Similarly, UBS Asset Management, Zurich — top performer among GPIF's eight active overseas equity managers last year with alpha of 5.51 percentage points — saw its three-year average fee jump to ¥2 billion from ¥1.45 billion.
Even so, on the whole, the fees GPIF shelled out last year declined for every asset class. Managers of overseas equities took in ¥10.7 billion in fees, down 37% from the year before, while domestic equity managers saw a 29% drop to ¥7.5 trillion.
Tokyo-based money management executives — firms currently managing money for GPIF and potential managers alike — called the new system a considerably tougher environment for them.
Business could prove especially challenging for firms that start off with a bad year.
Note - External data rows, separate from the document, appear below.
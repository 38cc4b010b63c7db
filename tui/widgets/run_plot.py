"""The run plot: ΔT against ln t (the straight-line view), against t, the cooling view, and for a heat pulse the
radial sensor's rise and decay with the pulse fit.

``build_spec`` turns a ``RunTrace`` into a plain description of what to draw (series, window marks, ticks,
labels); ``RunPlot`` hands that to plotext. Keeping the two apart lets tests check the picture's content
without a terminal. Series differ by marker and legend label as well as colour.
"""

from __future__ import annotations

import enum
import math
from dataclasses import dataclass, field
from typing import Any

import numpy as np
from rich.text import Text
from textual_plotext import PlotextPlot

from linerig.tui.screens.live_state import RunTrace

MAX_POINTS = 400  # per series; more than a terminal can show, few enough to redraw quickly
SENSOR_MARKERS = ("•", "+", "x", "o", "*", "=")
_TICK_STEPS = (1, 2, 5)


class PlotView(enum.StrEnum):
    """Which picture of the run to draw."""

    LOG = "ln t"
    """ΔT against ln t during heating: the late-time straight line, the fit and its window."""
    LINEAR = "t"
    """ΔT against t for the whole cycle: baseline, heating and cooling."""
    COOLING = "cooling"
    """ΔT against ln(t/(t − t_off)) after heater off: a line through the origin of slope q/(4πk)."""
    PULSE = "pulse"
    """A heat pulse: the radial sensor's ΔT against t, its rise, peak and decay, with the daemon's pulse fit."""

    def next(self) -> PlotView:
        members = list(PlotView)
        return members[(members.index(self) + 1) % len(members)]


@dataclass
class Series:
    x: np.ndarray
    y: np.ndarray
    label: str
    marker: str
    line: bool = False
    color: str | None = None


@dataclass
class PlotSpec:
    title: str
    xlabel: str
    ylabel: str = "ΔT, K"
    series: list[Series] = field(default_factory=list)
    vlines: list[tuple[float, str]] = field(default_factory=list)  # (x, tag written at the top)
    xticks: tuple[list[float], list[str]] | None = None
    labels: list[tuple[str, float]] = field(default_factory=list)  # (text, x) written along the top
    note: str | None = None  # shown when there is nothing to draw yet


def thin(n: int, limit: int = MAX_POINTS) -> np.ndarray:
    """Indices that keep at most ``limit`` points, always including the last."""
    if n <= limit:
        return np.arange(n)
    idx = np.linspace(0, n - 1, limit).round().astype(int)
    return np.unique(idx)


def log_ticks(lo_s: float, hi_s: float, max_ticks: int = 7) -> tuple[list[float], list[str]]:
    """Ticks at 1-2-5 seconds between lo and hi, placed at ln t and labelled in seconds.

    A span too short to hold two such values gets its two ends, rounded to two significant figures.
    """
    if not (lo_s > 0 and hi_s > lo_s):
        return [], []
    vals: list[float] = []
    decade = 10.0 ** math.floor(math.log10(lo_s))
    while decade <= hi_s:
        vals += [s * decade for s in _TICK_STEPS if lo_s <= s * decade <= hi_s]
        decade *= 10
    if len(vals) > max_ticks:
        ones = [v for v in vals if f"{v:g}".strip("0.").startswith("1")]
        vals = ones if len(ones) >= 2 else vals[:: len(vals) // max_ticks + 1]
    if len(vals) < 2:
        vals = sorted({float(f"{lo_s:.2g}"), float(f"{hi_s:.2g}")})
        vals = [v for v in vals if v > 0]
    return [math.log(v) for v in vals], [f"{v:g}" for v in vals]


def _fit(est: dict[str, Any] | None) -> tuple[float, float, float, float] | None:
    if not est:
        return None
    slope, icpt, win = est.get("slope_K"), est.get("intercept_K"), est.get("window_s") or [None, None]
    if not all(isinstance(v, int | float) for v in (slope, icpt, win[0], win[1])):
        return None
    return float(slope), float(icpt), float(win[0]), float(win[1])


def _sensor_series(x: np.ndarray, dT: np.ndarray, tr: RunTrace, primary_only: bool = False) -> list[Series]:
    out = []
    order = [tr.primary] + [i for i in range(dT.shape[1] if dT.ndim == 2 else 0) if i != tr.primary]
    for n, i in enumerate(order):
        if i >= dT.shape[1] or (primary_only and n > 0):
            continue
        y = dT[:, i]
        ok = np.isfinite(y) & np.isfinite(x)
        if not np.any(ok):
            continue
        xs, ys = x[ok], y[ok]
        keep = thin(xs.size)
        name = tr.sensors[i] if i < len(tr.sensors) else f"ch{i}"
        out.append(Series(xs[keep], ys[keep], name, SENSOR_MARKERS[n % len(SENSOR_MARKERS)]))
    return out


BASELINE_WORDS = {"daemon": "baseline from the daemon", "fit": "baseline extrapolated from the fit",
                  "none": "no baseline seen"}


def build_spec(tr: RunTrace | None, view: PlotView) -> PlotSpec:
    """What to draw for ``tr`` in ``view``."""
    if view is PlotView.LOG:
        spec = _log_spec(tr)
    elif view is PlotView.LINEAR:
        spec = _linear_spec(tr)
    elif view is PlotView.PULSE:
        spec = _pulse_spec(tr)
    else:
        spec = _cooling_spec(tr)
    if tr is not None and tr.heat_start_device_s is not None and tr.baseline_source in BASELINE_WORDS:
        spec.ylabel = f"ΔT, K ({BASELINE_WORDS[tr.baseline_source]})"
    return spec


def _log_spec(tr: RunTrace | None) -> PlotSpec:
    spec = PlotSpec("ΔT vs ln t (heating)", "time since heater on, s (log scale)")
    if tr is None:
        spec.note = "no run yet: F3 sets one up"
        return spec
    t, dT = tr.heating()
    if t.size < 2:
        spec.note = "ln t view: heater not on yet" if tr.heat_start_device_s is None else "ln t view: first samples"
        return spec
    x = np.log(t)
    spec.series = _sensor_series(x, dT, tr)
    lo, hi = float(t[0]), float(t[-1])
    fit = _fit(tr.last_estimate)
    if fit is not None:
        slope, icpt, t0, t1 = fit
        xs = np.linspace(math.log(max(t0, 1e-3)), math.log(max(t1, t0 * 1.0001)), 40)
        spec.series.append(Series(xs, slope * xs + icpt, "fit", "braille", line=True, color="red"))
        spec.vlines = [(math.log(t0), ""), (math.log(t1), "")]
        spec.labels = [("window", 0.5 * (math.log(t0) + math.log(t1)))]
        spec.title = f"ΔT vs ln t · window {t0:.0f}–{t1:.0f} s"
        lo, hi = min(lo, t0), max(hi, t1)
    spec.xticks = log_ticks(lo, hi)
    return spec


def _linear_spec(tr: RunTrace | None) -> PlotSpec:
    spec = PlotSpec("ΔT vs t (whole cycle)", "time since heater on, s")
    if tr is None or not tr.device_s:
        spec.note = "no run yet: F3 sets one up"
        return spec
    t, dT = tr.rise()
    if tr.heat_start_device_s is None:  # still settling: time from the first sample, ΔT from its mean
        dev = np.asarray(tr.device_s)
        t = dev - dev[-1]
        spec.xlabel = "time before now, s (settling)"
    spec.series = _sensor_series(t, dT, tr)
    if tr.heat_start_device_s is not None:
        spec.vlines.append((0.0, "on"))
        fit = _fit(tr.last_estimate)
        if fit is not None:
            slope, icpt, t0, t1 = fit
            xs = np.linspace(t0, t1, 40)
            spec.series.append(Series(xs, slope * np.log(xs) + icpt, "fit", "braille", line=True, color="red"))
        if tr.heat_off_t_s is not None:
            spec.vlines.append((tr.heat_off_t_s, "off"))
    return spec


def _cooling_spec(tr: RunTrace | None) -> PlotSpec:
    spec = PlotSpec("cooling: ΔT vs ln(t/(t−t_off))", "ln(t / (t − t_off)), late cooling at left")
    if tr is None or tr.heat_off_t_s is None:
        spec.note = "cooling view: heater still on"
        return spec
    x, dT = tr.cooling()
    if x.size < 2:
        spec.note = "cooling view: first samples"
        return spec
    spec.series = _sensor_series(x, dT, tr)
    fit = _fit(tr.last_estimate)
    if fit is not None:
        xs = np.linspace(0.0, float(np.nanmax(x)), 40)
        spec.series.append(Series(xs, fit[0] * xs, "heating fit", "braille", line=True, color="red"))
    return spec


def _pulse_spec(tr: RunTrace | None) -> PlotSpec:
    name = tr.sensors[tr.primary] if tr is not None and tr.primary < len(tr.sensors) else "radial sensor"
    spec = PlotSpec(f"pulse at {name}: ΔT vs t", "time since heater on, s")
    if tr is None or tr.heat_start_device_s is None:
        spec.note = "pulse view: heater not on yet" if tr is not None else "no run yet: F3 sets one up"
        return spec
    t, dT = tr.rise()
    if t.size < 2 or dT.ndim != 2 or dT.shape[1] <= tr.primary:
        spec.note = "pulse view: first samples"
        return spec
    ok = np.isfinite(t) & np.isfinite(dT[:, tr.primary]) & (t >= -30.0)
    if np.count_nonzero(ok) < 2:
        spec.note = "pulse view: no baseline seen yet"
        return spec
    keep = thin(int(np.count_nonzero(ok)))
    spec.series = [Series(t[ok][keep], dT[ok, tr.primary][keep], name, SENSOR_MARKERS[0])]
    spec.vlines.append((0.0, "on"))
    if tr.heat_off_t_s is not None:
        spec.vlines.append((tr.heat_off_t_s, "off"))
    fit = tr.pulse_fit
    curve = (fit or {}).get("curve") or {}
    if curve.get("t_s") and curve.get("dT_K"):
        x, y = np.asarray(curve["t_s"], dtype=float), np.asarray(curve["dT_K"], dtype=float)
        spec.series.append(Series(x, y, "pulse fit" + ("" if fit and fit.get("final") else " (live)"), "braille",
                                  line=True, color="red"))
        peak = fit.get("t_peak_s") if fit else None
        if isinstance(peak, int | float):
            spec.labels.append(("peak", float(peak)))
        spec.title = f"pulse at {name} · {pulse_summary(fit)}"
    return spec


def pulse_summary(fit: dict[str, Any] | None) -> str:
    """k, α and ρc of a pulse fit with their standard uncertainties, for titles and readouts."""
    if not fit:
        return "no fit yet"

    def pm(v: Any, u: Any, digits: int) -> str:
        if not isinstance(v, int | float):
            return "—"
        return f"{v:.{digits}f} ± {u:.{digits}f}" if isinstance(u, int | float) else f"{v:.{digits}f}"

    return (f"k {pm(fit.get('k_W_per_mK'), fit.get('k_u_W_per_mK'), 3)} W/(m·K), α "
            f"{pm(fit.get('alpha_mm2_per_s'), fit.get('alpha_u_mm2_per_s'), 3)} mm²/s, ρc "
            f"{pm(fit.get('rho_c_MJ_per_m3K'), fit.get('rho_c_u_MJ_per_m3K'), 2)} MJ/(m³·K)")


def legend_text(spec: PlotSpec) -> Text:
    """The plot's legend as a line of its own (markers and colours as drawn), never over the data."""
    out = Text()
    for s in spec.series:
        if out:
            out.append("   ")
        mark = "──" if s.line else ("⠶" if s.marker == "braille" else s.marker)
        out.append(mark, style=s.color or "")
        out.append(f" {s.label}")
    return out


def auto_view(state: str | None, pulse: bool = False) -> PlotView:
    """The view that suits the phase: drift while settling, the line while heating, cooling after; a heat pulse
    shows its radial sensor from the moment the heater goes on."""
    if pulse and state not in (None, "checking", "settling"):
        return PlotView.PULSE
    if state in ("checking", "settling"):
        return PlotView.LINEAR
    if state == "recovering":
        return PlotView.COOLING
    return PlotView.LOG


def next_choice(choice: PlotView | None, pulse: bool = False) -> PlotView | None:
    """Cycle auto → ln t → t → cooling → auto (→ pulse → auto for a heat pulse)."""
    if choice is None:
        return PlotView.LOG
    if choice is PlotView.COOLING:
        return PlotView.PULSE if pulse else None
    return None if choice is PlotView.PULSE else choice.next()


class RunPlot(PlotextPlot):
    """A terminal plot of the current cycle in the chosen view (``choice`` None: follow the phase)."""

    DEFAULT_CSS = "RunPlot { height: 1fr; min-height: 8; }"

    def __init__(self, *, id: str | None = None) -> None:
        super().__init__(id=id)
        self.choice: PlotView | None = None

    def draw(self, spec: PlotSpec) -> None:
        plt = self.plt
        plt.clear_figure()
        plt.title(spec.title)
        plt.xlabel(spec.xlabel)
        plt.ylabel(spec.ylabel)
        if spec.note is not None or not spec.series:
            plt.xlim(0.0, 1.0)
            plt.ylim(0.0, 1.0)
            plt.xticks([], [])
            plt.yticks([], [])
            plt.text(spec.note or "no data", 0.5, 0.5, alignment="center")
            self.refresh()
            return
        for s in spec.series:  # no labels: plotext's legend sits on the data; legend_text() says it below the plot
            kwargs: dict[str, Any] = {"marker": s.marker}
            if s.color:
                kwargs["color"] = s.color
            if s.line:
                plt.plot(s.x.tolist(), s.y.tolist(), **kwargs)
            else:
                plt.scatter(s.x.tolist(), s.y.tolist(), **kwargs)
        ys = np.concatenate([s.y for s in spec.series])
        top = float(np.nanmax(ys)) if ys.size else 1.0
        for x, tag in spec.vlines:
            plt.vline(x, "gray")
            if tag:
                plt.text(tag, x, top, alignment="left")
        for tag, x in spec.labels:
            plt.text(tag, x, top, alignment="center")
        if spec.xticks and spec.xticks[0]:
            plt.xticks(*spec.xticks)
        self.refresh()


class EstimatePlot(PlotextPlot):
    """The running estimate of k against time with its ± band: shows it settling (large terminals only)."""

    DEFAULT_CSS = "EstimatePlot { height: 12; }"

    def draw(self, tr: RunTrace | None) -> None:
        plt = self.plt
        plt.clear_figure()
        plt.title("running estimate k, W/(m·K): line k, dots ± U (k = 2)")
        plt.xlabel("time since heater on, s")
        if tr is None or len(tr.estimates) < 2:
            plt.title("running estimate k — none yet")
            self.refresh()
            return
        arr = np.asarray([(t, k, u) for t, k, u, _ in tr.estimates], dtype=float)
        keep = thin(arr.shape[0])
        t, k, u = arr[keep, 0], arr[keep, 1], 2.0 * np.nan_to_num(arr[keep, 2])   # U = 2u
        plt.plot(t.tolist(), k.tolist(), marker="braille")
        plt.plot(t.tolist(), (k + u).tolist(), marker="·", color="gray")
        plt.plot(t.tolist(), (k - u).tolist(), marker="·", color="gray")
        self.refresh()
GPIF will carry forward any losses, leaving them underwater and potentially earning passive fees for a number of years, noted an executive with one of GPIF's current external managers, who declined to be named.
The head of Japanese institutional sales for another foreign manager in Tokyo not managing money currently for GPIF, who likewise declined to be named, said in this new environment, bulge-bracket managers with scale will be much better placed to respond to GPIF's extensive client service demands — leveraging revenues earned from other clients to tide them over should they face years of passive fees with GPIF.
For smaller firms, which might have to hire another client service professional or two to handle a GPIF mandate, the calculus for considering whether to bid for GPIF's business has become a lot tougher, said the institutional salesman.
Even so, GPIF controls such a large part of the market that most firms will probably pursue the business and "see how it goes," he said. At current fee levels, however, it's hard to anticipate a "win-win" situation, he added.